How do I debug the server, which runs CentOS 5.2 to see why it locks up?
Jumping in the middle of a long list of good ideas. Other things to try -- change the run level if 5 switch to 3 if 3 switch to 5
Reinstall the processor-- remove the processor clean the heat sink and processor of thermal compound correctly apply the best thermal grease you can get (I like Arctic Silver) reinstall the heat sink consider upgrading the processor heat sink if the chassis permits (more Cu is good).
Add thermal spreaders to your RAM. You want all the chips on a RAM stick at the same temp.
Chkconfig cpuspeed off if it is on (powersaved on some distros) if off toggle to on.
Turn off any special system monitoring software tools. Things like I2C serial buses do not isolate simple read only activity from things that might modify (shut down) the system. I have see sites install bluesmoke tools yet the kernel had EDAC installed. The two tools had overlapping uncoordinated interactions with the hardware and would randomly shut down the system. Very new boards are almost never supported well so consider going blind. Read EDAC info on CentOS and RH sites.
Inspect then tidy all cables they can mess up air flow and cause thermal issues.
Reset the BIOS and check all the BIOS options. Check for a BIOS update from the vendor. When updating the BIOS do a NVRAM reset. The data structures of the old BIOS and new may differ. The keyboard sequence to reset a BIOS to all defaults may require a call to tech support. Call the vendor.. you have a warranty on a new board.
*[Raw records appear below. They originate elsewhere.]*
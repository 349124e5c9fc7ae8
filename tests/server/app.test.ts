import { afterAll, beforeEach, describe, expect, it } from "vitest";
import request from "supertest";
import { createTestApp, testConfig, testMailer } from "../helpers/app";
import { signedInAgent } from "../helpers/auth";
import { truncateAll } from "../helpers/db";
import { createSequelize } from "../../server/db/sequelize";
import { createApp } from "../../server/app";
import { createLogger } from "../../server/logger";
import { createSessionStore } from "../../server/session-store";
import { sessionAttributes } from "../../server/models/session.model";

beforeEach(truncateAll);

describe("GET /api/health", () => {
  it("answers 200 with the database up", async () => {
    const res = await request(createTestApp()).get("/api/health");
    expect(res.status).toBe(200);
    expect(res.body).toEqual({ status: "ok", db: "up" });
  });

  const down = createSequelize({ ...testConfig().db, port: 1 }); // nothing listens on port 1
  // The models are bound to the working database; give the unreachable one its own session model.
  down.define("Session", sessionAttributes, { tableName: "sessions", underscored: true });
  const store = createSessionStore(down, 60_000);
  afterAll(async () => {
    store.stopExpiringSessions();
    await down.close();
  });
  const downApp = createApp({ config: testConfig(), logger: createLogger("silent"), sequelize: down, sessionStore: store, mailer: testMailer });

  it("answers 503 with db down when the database is unreachable", async () => {
    const res = await request(downApp).get("/api/health");
    expect(res.status).toBe(503);
    expect(res.body).toMatchObject({ db: "down" });
  });

  it("answers session routes with a 503 JSON error, no stack trace, when the database is unreachable", async () => {
    // A real, correctly signed session cookie from the working app, replayed while the database is away.
    const cookie = (await request(createTestApp()).get("/api/auth/csrf")).headers["set-cookie"] ?? [];
    expect(cookie).toHaveLength(1);
    const res = await request(downApp).get("/api/auth/me").set("Cookie", ([] as string[]).concat(cookie).map((c) => c.split(";")[0]));
    expect(res.status).toBe(503);
    expect(res.body.error.code).toBe("unavailable");
    expect(JSON.stringify(res.body)).not.toMatch(/at .*\.ts/);
  });
});

describe("API errors", () => {
  it("answers unknown /api routes with a 404 JSON error", async () => {
    const res = await request(createTestApp()).get("/api/nope");
    expect(res.status).toBe(404);
    expect(res.body.error.code).toBe("not_found");
  });

  it("answers broken JSON with 400", async () => {
    const { agent, token } = await signedInAgent({ role: "owner" });
    const res = await agent.post("/api/users").set("X-CSRF-Token", token).set("Content-Type", "application/json").send('{"email": ');
    expect(res.status).toBe(400);
    expect(res.body.error.code).toBe("bad_json");
  });

  it("answers a body over the limit with 413", async () => {
    const { agent, token } = await signedInAgent({ role: "owner" });
    const res = await agent
      .post("/api/users")
      .set("X-CSRF-Token", token)
      .set("Content-Type", "application/json")
      .send(JSON.stringify({ name: "x".repeat(1_100_000) }));
    expect(res.status).toBe(413);
    expect(res.body.error.code).toBe("too_large");
  });

  it("sets security headers and an httpOnly, SameSite=Lax session cookie", async () => {
    const res = await request(createTestApp()).get("/api/auth/csrf");
    expect(res.headers["content-security-policy"]).toContain("default-src 'self'");
    expect(res.headers["x-content-type-options"]).toBe("nosniff");
    const cookie = ([] as string[]).concat(res.headers["set-cookie"] ?? []).join(";");
    expect(cookie).toMatch(/HttpOnly/i);
    expect(cookie).toMatch(/SameSite=Lax/i);
    expect(cookie).not.toMatch(/Secure/i); // development/test over plain http
  });

  it("keeps signed-in answers out of caches: Cache-Control no-store and no ETag", async () => {
    const { agent } = await signedInAgent({ role: "owner" });
    const res = await agent.get("/api/jobs");
    expect(res.status).toBe(200);
    expect(res.headers["cache-control"]).toBe("no-store"); // RFC 9111 5.2.2.5: never stored
    expect(res.headers.etag).toBeUndefined();
  });

  it("marks the cookie Secure in production", async () => {
    const app = createTestApp({ env: "production", trustProxy: true });
    const res = await request(app).get("/api/auth/csrf").set("X-Forwarded-Proto", "https");
    const cookie = ([] as string[]).concat(res.headers["set-cookie"] ?? []).join(";");
    expect(cookie).toMatch(/Secure/i);
  });
});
Since a hardware tty is not possible login (ssh) and run a "while /bin/true" script that lets you see memory, processes and the exact time things fail or just "top". It is possible to have syslog also log to the pty of a ssh session. When you return to the cage plugin a terminal. If there is no screen saver or screen blanking the GFX card may still display the last key bits of info so long as X is not running.
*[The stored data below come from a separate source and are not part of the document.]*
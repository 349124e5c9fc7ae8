import { DataTypes, type QueryInterface } from "sequelize";

const fk = (model: string, allowNull = false, onDelete = "RESTRICT") => ({
  type: DataTypes.INTEGER.UNSIGNED,
  allowNull,
  references: { model, key: "id" },
  onDelete,
});

/** A proposal sent to a homeowner: one link (only the SHA-256 of its token is kept) per send. */
export async function up(qi: QueryInterface) {
  await qi.createTable("proposals", {
    id: { type: DataTypes.INTEGER.UNSIGNED, autoIncrement: true, primaryKey: true },
    company_id: fk("companies"),
    quote_id: fk("quotes"),
    revision_id: fk("quote_revisions"),
    job_id: fk("jobs"),
    token_hash: { type: DataTypes.CHAR(64), allowNull: false, unique: true },
    status: { type: DataTypes.ENUM("active", "revoked", "accepted", "declined", "expired"), allowNull: false, defaultValue: "active" },
    expires_at: { type: DataTypes.DATE, allowNull: false },
    sent_to: { type: DataTypes.STRING(320), allowNull: false },
    sent_by: fk("users", true, "SET NULL"),
    pdf_key: { type: DataTypes.STRING(80), allowNull: true },
    pdf_sha256: { type: DataTypes.CHAR(64), allowNull: true },
    viewed_at: { type: DataTypes.DATE, allowNull: true },
    last_viewed_at: { type: DataTypes.DATE, allowNull: true },
    accepted_at: { type: DataTypes.DATE, allowNull: true },
    accepted_option_id: { type: DataTypes.INTEGER.UNSIGNED, allowNull: true },
    signer_name: { type: DataTypes.STRING(200), allowNull: true },
    signer_ip: { type: DataTypes.STRING(64), allowNull: true },
    signer_user_agent: { type: DataTypes.STRING(500), allowNull: true },
    signed_pdf_key: { type: DataTypes.STRING(80), allowNull: true },
    signed_pdf_sha256: { type: DataTypes.CHAR(64), allowNull: true },
    declined_at: { type: DataTypes.DATE, allowNull: true },
    decline_reason: { type: DataTypes.TEXT, allowNull: true },
    reminder_sent_at: { type: DataTypes.DATE, allowNull: true },
    created_at: { type: DataTypes.DATE, allowNull: false },
    updated_at: { type: DataTypes.DATE, allowNull: false },
  });
  await qi.addIndex("proposals", ["company_id", "job_id", "created_at"], { name: "proposals_job" });
  await qi.addIndex("proposals", ["quote_id", "status"], { name: "proposals_quote_status" });
  await qi.addIndex("proposals", ["status", "expires_at"], { name: "proposals_due" });
}

export async function down(qi: QueryInterface) {
  await qi.dropTable("proposals");
}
-- T o m M i t c h e l l Found me a new hat, now what?
Thanx Tom,
You gave some good ideas, and I've been through all of them. As a general rule of thumb, I only purchase RAM with factory fitted heatsinks attached to them. The chassis is a 1U chassis, so space is limited, and only the necessary cables are installed & tidied up already.
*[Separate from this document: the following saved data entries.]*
import { beforeEach, describe, expect, it } from "vitest";
import request from "supertest";
import { deliverOutbox, startTestMailCatcher } from "../helpers/app";
import { countRows, truncateAll } from "../helpers/db";
import { signedInAgent } from "../helpers/auth";
import { buildCompany } from "../helpers/factories";
import { pdfText, squash } from "../helpers/pdf-text";
import { createQuote, post, quoteInReview } from "../helpers/quote-factories";
import { approvedQuoteWorld, binary, homeowner, latestToken, sendQuote } from "../helpers/proposal-world";
import { AuditEvent, Job, Proposal, Quote, QuoteRevision } from "../../server/models/index";
import { OutboxMessage } from "../../server/models/mail.models";
import { hashProposalToken } from "../../server/services/proposals.service";
import { formatMoney } from "../../shared/schemas/proposal";

beforeEach(async () => {
  await truncateAll();
  await (await startTestMailCatcher()).clear();
});

describe("POST /api/quotes/:id/send", () => {
  it("refuses a draft and a quote in review with 409 invalid_transition and the current status", async () => {
    const w = await approvedQuoteWorld();
    const draft = await createQuote(w.estimator, w.job.id);
    const res = await post(w.estimator, `/api/quotes/${draft.body.data.id}/send`, {});
    expect(res.status).toBe(409);
    expect(res.body).toMatchObject({ error: { code: "invalid_transition" }, currentStatus: "draft" });

    const review = await quoteInReview(w);
    const res2 = await post(w.estimator, `/api/quotes/${review.id}/send`, {});
    expect(res2.status).toBe(409);
    expect(res2.body).toMatchObject({ error: { code: "invalid_transition" }, currentStatus: "in_review" });
    expect(await countRows("proposals")).toBe(0);
    expect(await countRows("outbox_messages")).toBe(0);
  });

  it("is refused to the signed out (401), crew (404) and another company's owner (404) before anything changes", async () => {
    const w = await approvedQuoteWorld();
    const anon = await request(w.app).post(`/api/quotes/${w.quoteId}/send`).send({});
    expect([401, 403]).toContain(anon.status); // no session: the CSRF check refuses first
    const crew = await post(w.crew, `/api/quotes/${w.quoteId}/send`, {});
    expect(crew.status).toBe(404);
    const other = await signedInAgent({ role: "owner", companyId: (await buildCompany()).id }, w.app);
    const res = await post(other, `/api/quotes/${w.quoteId}/send`, {});
    expect(res.status).toBe(404);
    expect(res.body.error.code).toBe("not_found");
    expect(await countRows("proposals")).toBe(0);
    expect((await Quote.findByPk(w.quoteId))!.status).toBe("approved");
  });

  it("sends an approved quote: 201 with the proposal, quote → sent, job → proposed, the token stored only as its hash, one outbox e-mail", async () => {
    const w = await approvedQuoteWorld();
    const res = await post(w.estimator, `/api/quotes/${w.quoteId}/send`, { copyToMe: true, message: "Thanks for having us out." });
    expect(res.status).toBe(201);
    const customerEmail = (await Job.findByPk(w.job.id, { include: ["customer"] }))!.customer!.email;
    expect(res.body.data).toMatchObject({
      id: expect.any(Number),
      quoteId: w.quoteId,
      revisionNo: 1,
      status: "active",
      sentTo: customerEmail,
      viewedAt: null,
      acceptedAt: null,
      declinedAt: null,
      deposit: null,
    });
    // Validity from the company settings (the demo price book: 30 days).
    const days = (Date.parse(res.body.data.expiresAt) - Date.parse(res.body.data.sentAt)) / 86_400_000;
    expect(days).toBeCloseTo(30, 3);

    expect((await Quote.findByPk(w.quoteId))!.status).toBe("sent");
    const rev = (await QuoteRevision.findOne({ where: { quoteId: w.quoteId } }))!;
    expect(rev.status).toBe("sent");
    expect(rev.sentAt).not.toBeNull();
    expect((await Job.findByPk(w.job.id))!.status).toBe("proposed");

    const token = await latestToken();
    expect(token).toMatch(/^[A-Za-z0-9_-]{43}$/); // 32 random bytes, URL-safe
    const row = (await Proposal.findByPk(res.body.data.id))!;
    expect(row.tokenHash).toBe(hashProposalToken(token));
    expect(row.tokenHash).not.toContain(token);
    expect(row.pdfKey).toBeTruthy();
    expect(row.pdfSha256).toMatch(/^[0-9a-f]{64}$/);

    const mails = await OutboxMessage.findAll({ where: { kind: "proposal" } });
    expect(mails).toHaveLength(1);
    expect(mails[0].toAddresses).toEqual([customerEmail]);
    expect(mails[0].cc).toEqual([w.estimator.user.email]); // "send a copy to me"
    expect(mails[0].text).toContain("Thanks for having us out.");
    expect(mails[0].html).toContain(`/p/${token}`);
    expect(mails[0].attachments).toHaveLength(1);
    const audit = await AuditEvent.findOne({ where: { entityType: "quote", entityId: String(w.quoteId), action: "sent" } });
    expect(audit).not.toBeNull();
  });

  it("the e-mail arrives in the real local catcher with the PDF attached, and the PDF shows the totals and the link", async () => {
    const w = await approvedQuoteWorld();
    const { token } = await sendQuote(w);
    const run = await deliverOutbox();
    expect(run.sent).toBe(1);
    const catcher = await startTestMailCatcher();
    const msg = await catcher.waitFor((m) => m.kind === "proposal", 5_000);
    expect(msg.subject).toContain(w.quote.number);
    expect(msg.text).toContain(`http://localhost:3000/p/${token}`.replace("http://localhost:3000", testPublicUrl()));
    expect(msg.attachments).toHaveLength(1);
    expect(msg.attachments[0]).toMatchObject({ contentType: "application/pdf", filename: `proposal-${w.quote.number}.pdf` });
    const att = await catcher.attachment(msg.id, 0);
    expect(att!.content.subarray(0, 5).toString()).toBe("%PDF-");
    // Byte-identical to the stored copy.
    const row = (await Proposal.findOne({ where: { tokenHash: hashProposalToken(token) } }))!;
    const { createHash } = await import("node:crypto");
    expect(createHash("sha256").update(att!.content).digest("hex")).toBe(row.pdfSha256);
    const text = squash(await pdfText(att!.content));
    for (const o of w.quote.revision.options) {
      expect(text).toContain(o.label);
      expect(text).toContain(formatMoney(o.totals.totalCents));
    }
    expect(text.replace(/\s/g, "")).toContain(`/p/${token}`);
  });

  it("resending issues a new link and revokes the old one (old token → 404, new one → 200)", async () => {
    const w = await approvedQuoteWorld();
    const first = await sendQuote(w);
    const second = await sendQuote(w);
    expect(second.token).not.toBe(first.token);
    expect(second.res.status).toBe(201);
    const old = await homeowner(w.app).get(`/api/proposals/${first.token}`);
    expect(old.status).toBe(404);
    const fresh = await homeowner(w.app).get(`/api/proposals/${second.token}`);
    expect(fresh.status).toBe(200);
    const rows = await Proposal.findAll({ order: [["id", "ASC"]] });
    expect(rows.map((r) => r.status)).toEqual(["revoked", "active"]);
    expect(await AuditEvent.count({ where: { action: "resent" } })).toBe(1);
    expect(await OutboxMessage.count({ where: { kind: "proposal" } })).toBe(2);
  });

  it("a customer without an e-mail needs `to` (400 field), and `to` overrides the address", async () => {
    const w = await approvedQuoteWorld();
    const job = (await Job.findByPk(w.job.id, { include: ["customer"] }))!;
    await job.customer!.update({ email: null });
    const res = await post(w.estimator, `/api/quotes/${w.quoteId}/send`, {});
    expect(res.status).toBe(400);
    expect(res.body.error.fields).toHaveProperty("to");
    const bad = await post(w.estimator, `/api/quotes/${w.quoteId}/send`, { to: "not-an-address" });
    expect(bad.status).toBe(400);
    expect(bad.body.error.fields).toHaveProperty("to");
    const ok = await post(w.estimator, `/api/quotes/${w.quoteId}/send`, { to: "other-home@example.com" });
    expect(ok.status).toBe(201);
    expect(ok.body.data.sentTo).toBe("other-home@example.com");
  });
});

describe("GET /api/quotes/:id/pdf", () => {
  it("gives owners and estimators the PDF; crew and another company get 404; signed out 401", async () => {
    const w = await approvedQuoteWorld();
    const res = await w.estimator.agent.get(`/api/quotes/${w.quoteId}/pdf`).buffer(true).parse(binary);
    expect(res.status).toBe(200);
    expect(res.headers["content-type"]).toBe("application/pdf");
    expect((res.body as Buffer).subarray(0, 5).toString()).toBe("%PDF-");
    const text = squash(await pdfText(res.body as Buffer));
    expect(text).toContain(w.quote.number);
    expect(text).toContain(formatMoney(w.quote.revision.options[0].totals.totalCents));

    expect((await w.owner.agent.get(`/api/quotes/${w.quoteId}/pdf`)).status).toBe(200);
    expect((await w.crew.agent.get(`/api/quotes/${w.quoteId}/pdf`)).status).toBe(404);
    const other = await signedInAgent({ role: "owner", companyId: (await buildCompany()).id }, w.app);
    expect((await other.agent.get(`/api/quotes/${w.quoteId}/pdf`)).status).toBe(404);
    expect((await request(w.app).get(`/api/quotes/${w.quoteId}/pdf`)).status).toBe(401);
  });

  it("renders an approved revision once and keeps it (same bytes, one stored copy); a draft renders fresh, marked draft", async () => {
    const w = await approvedQuoteWorld();
    const a = await w.owner.agent.get(`/api/quotes/${w.quoteId}/pdf`).buffer(true).parse(binary);
    const b = await w.owner.agent.get(`/api/quotes/${w.quoteId}/pdf`).buffer(true).parse(binary);
    expect(Buffer.compare(a.body as Buffer, b.body as Buffer)).toBe(0);
    expect(await countRows("revision_pdfs")).toBe(1);

    const draft = await createQuote(w.estimator, w.job.id);
    const d = await w.estimator.agent.get(`/api/quotes/${draft.body.data.id}/pdf`).buffer(true).parse(binary);
    expect(d.status).toBe(200);
    expect(squash(await pdfText(d.body as Buffer))).toMatch(/draft/i);
    expect(await countRows("revision_pdfs")).toBe(1);
  });

  it("after sending, gives the copy the homeowner received", async () => {
    const w = await approvedQuoteWorld();
    const { token } = await sendQuote(w);
    const res = await w.owner.agent.get(`/api/quotes/${w.quoteId}/pdf`).buffer(true).parse(binary);
    const { createHash } = await import("node:crypto");
    const row = (await Proposal.findOne({ where: { tokenHash: hashProposalToken(token) } }))!;
    expect(createHash("sha256").update(res.body as Buffer).digest("hex")).toBe(row.pdfSha256);
  });
});

describe("GET /api/jobs/:id/proposals and the job's progress", () => {
  it("lists the job's proposals newest first; the board and the job detail carry the latest one's progress", async () => {
    const w = await approvedQuoteWorld();
    const before = await w.estimator.agent.get(`/api/jobs/${w.job.id}`);
    expect(before.body.data.proposal).toBeNull();
    await sendQuote(w);
    const { token } = await sendQuote(w);
    await homeowner(w.app).get(`/api/proposals/${token}`).expect(200);

    const list = await w.estimator.agent.get(`/api/jobs/${w.job.id}/proposals`);
    expect(list.status).toBe(200);
    expect(list.body.data.map((p: { status: string }) => p.status)).toEqual(["active", "revoked"]);
    expect(list.body.data[0].viewedAt).not.toBeNull();

    const detail = await w.estimator.agent.get(`/api/jobs/${w.job.id}`);
    expect(detail.body.data.status).toBe("proposed");
    expect(detail.body.data.proposal).toMatchObject({ status: "active", viewedAt: expect.any(String), acceptedAt: null, declinedAt: null, depositStatus: null });
    const board = await w.estimator.agent.get(`/api/jobs`);
    const row = board.body.data.find((j: { id: number }) => j.id === w.job.id);
    expect(row.proposal).toMatchObject({ status: "active", sentAt: expect.any(String) });
    expect(row.proposal).toEqual(detail.body.data.proposal);

    expect((await w.crew.agent.get(`/api/jobs/${w.job.id}/proposals`)).status).toBe(404);
    const other = await signedInAgent({ role: "owner", companyId: (await buildCompany()).id }, w.app);
    expect((await other.agent.get(`/api/jobs/${w.job.id}/proposals`)).status).toBe(404);
  });
});

function testPublicUrl() {
  return (process.env.PUBLIC_URL ?? `http://localhost:${process.env.PORT ?? 3000}`).replace(/\/+$/, "");
}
After spending another 2 days in the datacentre trying to figure this one out, I thought I'd take the machine to the office instead. It's just so much nicer working in the office :)
Top didn't help much, since I couldn't see what's wrong. But, sitting at my desk and running some tests & noticed that the fan was running so load at times, that I couldn't even talk to someone on the phone. This is when I realized that the Q9300 CPU could be too big a processor for the fan that I have installed.
The fan that I have, is: http://www.dynatron-corp.com/products/cpucooler/cpucooler_model.asp?id=165
So, it looks like it's not really made for a Q9300 CPU, although their specs say it is.